As a parent of a kid who went to one of those HCC elementary schools I wish it weren't so, but it's true. My child received no services in middle school beyond taking math with some 7th and 8th graders as a 6th grader. His ELA instructor last year was utterly appalling, there was no advanced science, foreign language... nothing. If you want HCC, you are NOT going to get it in SPS. Pursuit of academic excellence is anathema to SPS leadership and culture.

- Seeing Red
Anonymous said…
I was also wondering about Green Lake's medically fragile program, and the newly built accessible playground there.

D's Mom
Anonymous said…
How is it that Wedgwood Elementary appears to have the same small neighborhood boundary area while the rest of its neighbors in NE Seattle are faced with immense disruption?
Sorry, I just have to call out the hypocrisy of a board member protecting her own neighborhood school while causing all this heartache everywhere else.
KB said…
The 3 schools in West Seattle are proposed because they are the 3 oldest buildings in the worst condition. I don’t think SPS really cares about who is in the buildings. Didn’t examine the communities in the buildings, did zero equity analysis. Why in West Seattle would SPS continue to use schools boundary lines identical to redlining?
I know, right?! What a kick in the teeth to that community.
KB, funny you mention the equity analysis because on the agenda for the Board meeting on Wednesday are guidelines for buildings being considered for BEX VI . The equity tiers break out into six categories! And, for the first time, it looks like the district might not try to dole out projects equally throughout the district. That would be a huge change.
Anonymous said…
The district is playing chicken with families and Seattle residents.
Concurrent with this timeline is the next proposed levies.
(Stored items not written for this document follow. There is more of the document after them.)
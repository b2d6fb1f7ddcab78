package lsp

import (
	"context"

	"go.lsp.dev/protocol"

	"triodeck/analysis/ide"
)

// InlayHint gives the region and on-resistance behind each MOSFET of a range.
func (s *server) InlayHint(ctx context.Context, p *protocol.InlayHintParams) ([]protocol.InlayHint, error) {
	q, err := s.ask(ctx, p.TextDocument.URI)
	if err != nil {
		return nil, err
	}
	pad := true
	hints := []protocol.InlayHint{}
	for _, h := range ide.InlayHints(ctx, q.deck(ctx), q.path, s.enc.spanOf(q.file, p.Range)) {
		hint := protocol.InlayHint{
			Position:    s.enc.position(q.file, h.Offset),
			Label:       protocol.String(h.Text),
			PaddingLeft: &pad,
		}
		if h.Tooltip != "" {
			hint.Tooltip = protocol.String(h.Tooltip)
		}
		hints = append(hints, hint)
	}
	return hints, ctx.Err()
}
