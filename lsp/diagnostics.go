package lsp

import (
	"context"
	"maps"
	"reflect"
	"runtime/debug"
	"slices"
	"sync"
	"time"

	"go.lsp.dev/protocol"

	"triodeck/analysis"
	"triodeck/analysis/circuit"
	"triodeck/parser"
)

// diagnostics publishes findings in the background. One goroutine does all of
// it: what a file says for itself at once, everything else after a rest. A newer
// state ends the pass over an older one.
type diagnostics struct {
	server *server
	client protocol.Client
	ctx    context.Context
	stop   context.CancelFunc
	slot   chan *state // at most one: the newest state not yet taken up

	published map[string]publication // by path; the goroutine's own

	mu      sync.Mutex
	cancel  context.CancelFunc // of the pass that runs
	asked   int                // states requested
	done    int                // of them dealt with
	settled chan struct{}      // closed when asked equals done
}

// publication is what the client was last told about a file.
type publication struct {
	file     *parser.File // its text then
	findings []analysis.Finding
	sent     *protocol.PublishDiagnosticsParams
}

func newDiagnostics(ctx context.Context, s *server, client protocol.Client) *diagnostics {
	d := &diagnostics{server: s, client: client, slot: make(chan *state, 1), published: map[string]publication{}, settled: make(chan struct{})}
	d.ctx, d.stop = context.WithCancel(ctx)
	go d.loop()
	return d
}

// request has a state analysed. Only the handlers of notifications call it, one
// after the other.
func (d *diagnostics) request(st *state) {
	d.mu.Lock()
	defer d.mu.Unlock()
	if d.asked == d.done {
		d.settled = make(chan struct{})
	}
	d.asked++
	select {
	case <-d.slot:
		d.done++
	default:
	}
	d.slot <- st
	if d.cancel != nil {
		d.cancel()
	}
}

// idle waits until everything requested so far is published or superseded.
func (d *diagnostics) idle(ctx context.Context) error {
	d.mu.Lock()
	settled := d.settled
	quiet := d.asked == d.done
	d.mu.Unlock()
	if quiet {
		return nil
	}
	select {
	case <-settled:
		return nil
	case <-ctx.Done():
		return ctx.Err()
	}
}

func (d *diagnostics) loop() {
	for {
		select {
		case <-d.ctx.Done():
			return
		case st := <-d.slot:
			d.handle(st)
		}
	}
}

// handle deals with one state, up to its end or until there is a newer one.
func (d *diagnostics) handle(st *state) {
	ctx, cancel := context.WithCancel(d.ctx)
	defer cancel()
	d.mu.Lock()
	d.cancel = cancel
	if len(d.slot) > 0 {
		cancel()
	}
	d.mu.Unlock()
	defer d.finish()

	d.early(ctx, st)
	if d.server.opts.Delay > 0 {
		select {
		case <-time.After(d.server.opts.Delay):
		case <-ctx.Done():
		}
	}
	if found, ok := st.findings(ctx, d.server.opts.Rules); ok {
		d.publish(st, found)
	}
}

// finish counts a state as dealt with. A rule that panics is caught where it
// runs; anything else that does must not end the program that edits depend on.
func (d *diagnostics) finish() {
	if r := recover(); r != nil {
		d.server.log.Error("the analysis panicked", "panic", r, "stack", string(debug.Stack()))
	}
	d.mu.Lock()
	defer d.mu.Unlock()
	d.cancel = nil
	d.done++
	if d.asked == d.done {
		close(d.settled)
	}
}

// early tells at once what the edited files say for themselves. The other
// findings of the last pass are kept where their text still stands.
func (d *diagnostics) early(ctx context.Context, st *state) {
	var rules []*analysis.Rule
	for _, r := range d.server.opts.Rules {
		if r.Scope == analysis.PerFile {
			rules = append(rules, r)
		}
	}
	for _, path := range slices.Sorted(maps.Keys(st.open)) {
		b, last := st.open[path], d.published[path]
		if last.file == b.file {
			continue
		}
		doc := &circuit.Document{Path: path, File: b.file}
		found := analysis.Run(ctx, rules, analysis.Input{Docs: []*circuit.Document{doc}})
		if ctx.Err() != nil {
			return
		}
		if last.file != nil {
			found = append(found, carried(last, doc, rules)...)
		} else if len(found) == 0 {
			continue // "none" is for the whole pass to say
		}
		d.send(st, path, analysis.Sort(found))
	}
}

// publish tells the client every file's findings and clears those of files that
// have none any more.
func (d *diagnostics) publish(st *state, found map[string][]analysis.Finding) {
	for path := range d.published {
		if _, ok := found[path]; !ok {
			found[path] = nil
		}
	}
	for path := range st.open {
		if _, ok := found[path]; !ok {
			found[path] = nil
		}
	}
	for _, path := range slices.Sorted(maps.Keys(found)) {
		d.send(st, path, found[path])
	}
}

// send publishes one file's findings, unless the client knows them already.
func (d *diagnostics) send(st *state, path string, found []analysis.Finding) {
	p := &protocol.PublishDiagnosticsParams{URI: st.uri(path), Diagnostics: []protocol.Diagnostic{}}
	b, open := st.open[path]
	if open {
		p.Version = protocol.NewOptional(b.version)
	}
	for _, f := range found {
		p.Diagnostics = append(p.Diagnostics, st.diagnostic(d.server.enc, f))
	}
	last, known := d.published[path]
	if len(found) == 0 && !open {
		delete(d.published, path)
		if !known || len(last.sent.Diagnostics) == 0 {
			return
		}
	} else {
		d.published[path] = publication{file: b.file, findings: found, sent: p}
		if known && reflect.DeepEqual(last.sent, p) {
			return
		}
	}
	if err := d.client.PublishDiagnostics(d.ctx, p); err != nil {
		d.server.log.Warn("diagnostics were not published", "path", path, "error", err)
	}
}
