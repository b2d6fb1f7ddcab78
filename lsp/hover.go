package lsp

import (
	"context"

	"go.lsp.dev/protocol"

	"triodeck/analysis/ide"
)

// Hover says what stands under the cursor.
func (s *server) Hover(ctx context.Context, p *protocol.HoverParams) (*protocol.Hover, error) {
	q, err := s.ask(ctx, p.TextDocument.URI)
	if err != nil {
		return nil, err
	}
	h := ide.Hover(ctx, q.deck(ctx), q.path, s.enc.offset(q.file, p.Position))
	if h == nil || ctx.Err() != nil {
		return nil, ctx.Err()
	}
	r := s.enc.rangeOf(q.file, h.Span)
	return &protocol.Hover{
		Contents: &protocol.MarkupContent{Kind: protocol.MarkupKindMarkdown, Value: h.Markdown},
		Range:    &r,
	}, nil
}
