interface Described { fields: { name: string, type: string, unit?: string, description: string, constraints?: Constraints }[], primaryKey: string[], foreignKeys?: { fields: string[], reference: { resource: string, fields: string[] } }[] }
interface Descriptor { licenses: { name: string }[], invented: boolean, description: string, resources: { name: string, path: string, hash: string, bytes: number, schema: Described }[] }

interface Constraints { required?: boolean, minimum?: number, maximum?: number, enum?: string[] }

const forms: Record<string, RegExp> = {
  integer: /^-?\d+$/, number: /^-?\d+(\.\d+)?(e[+-]\d+)?$/, boolean: /^(true|false)$/, date: /^\d{4}-\d\d-\d\d$/, datetime: /^\d{4}-\d\d-\d\dT[\d:.]+Z$/, string: /./s,
}

/** Whether a cell is what Table Schema says of its field. */
function fits(value: string, type: string, { required, minimum = -Infinity, maximum = Infinity, enum: words }: Constraints): boolean {
  if (value === '') return !required
  if (!forms[type]?.test(value) || (words && !words.includes(value))) return false
  return !['number', 'integer'].includes(type) || (Number(value) >= minimum && Number(value) <= maximum)
}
October – Introduce BEX VI Capital levy with EP&O levy
November – Board Approval
February 2025 – Levy vote

Several of the closure options are dependent on the levy passing. But in all seriousness, how can you close 20 buildings and ask for more money????

- crazy town
Unknown said…
Omg so true I didn’t even catch this. Although a bunch of the Wedgwood kids will be rezoned to Thornton Creek, so it looked to me like Wedgwood was going to end up tiny. The opposite of well resourced. Where do the other board members kids go to school? Curious parent
Anonymous said…
The building quality of Lowell Elementary got one of the lowest scores in the ranking that was done. It is unsafe to send even more children there. It also received a "Fair" Learning Environment Score, but it is still supposed to be effectively serve one the largest catchment areas in SPS? On that note, who actually did the building condition score and "learning environment score"? How was is done?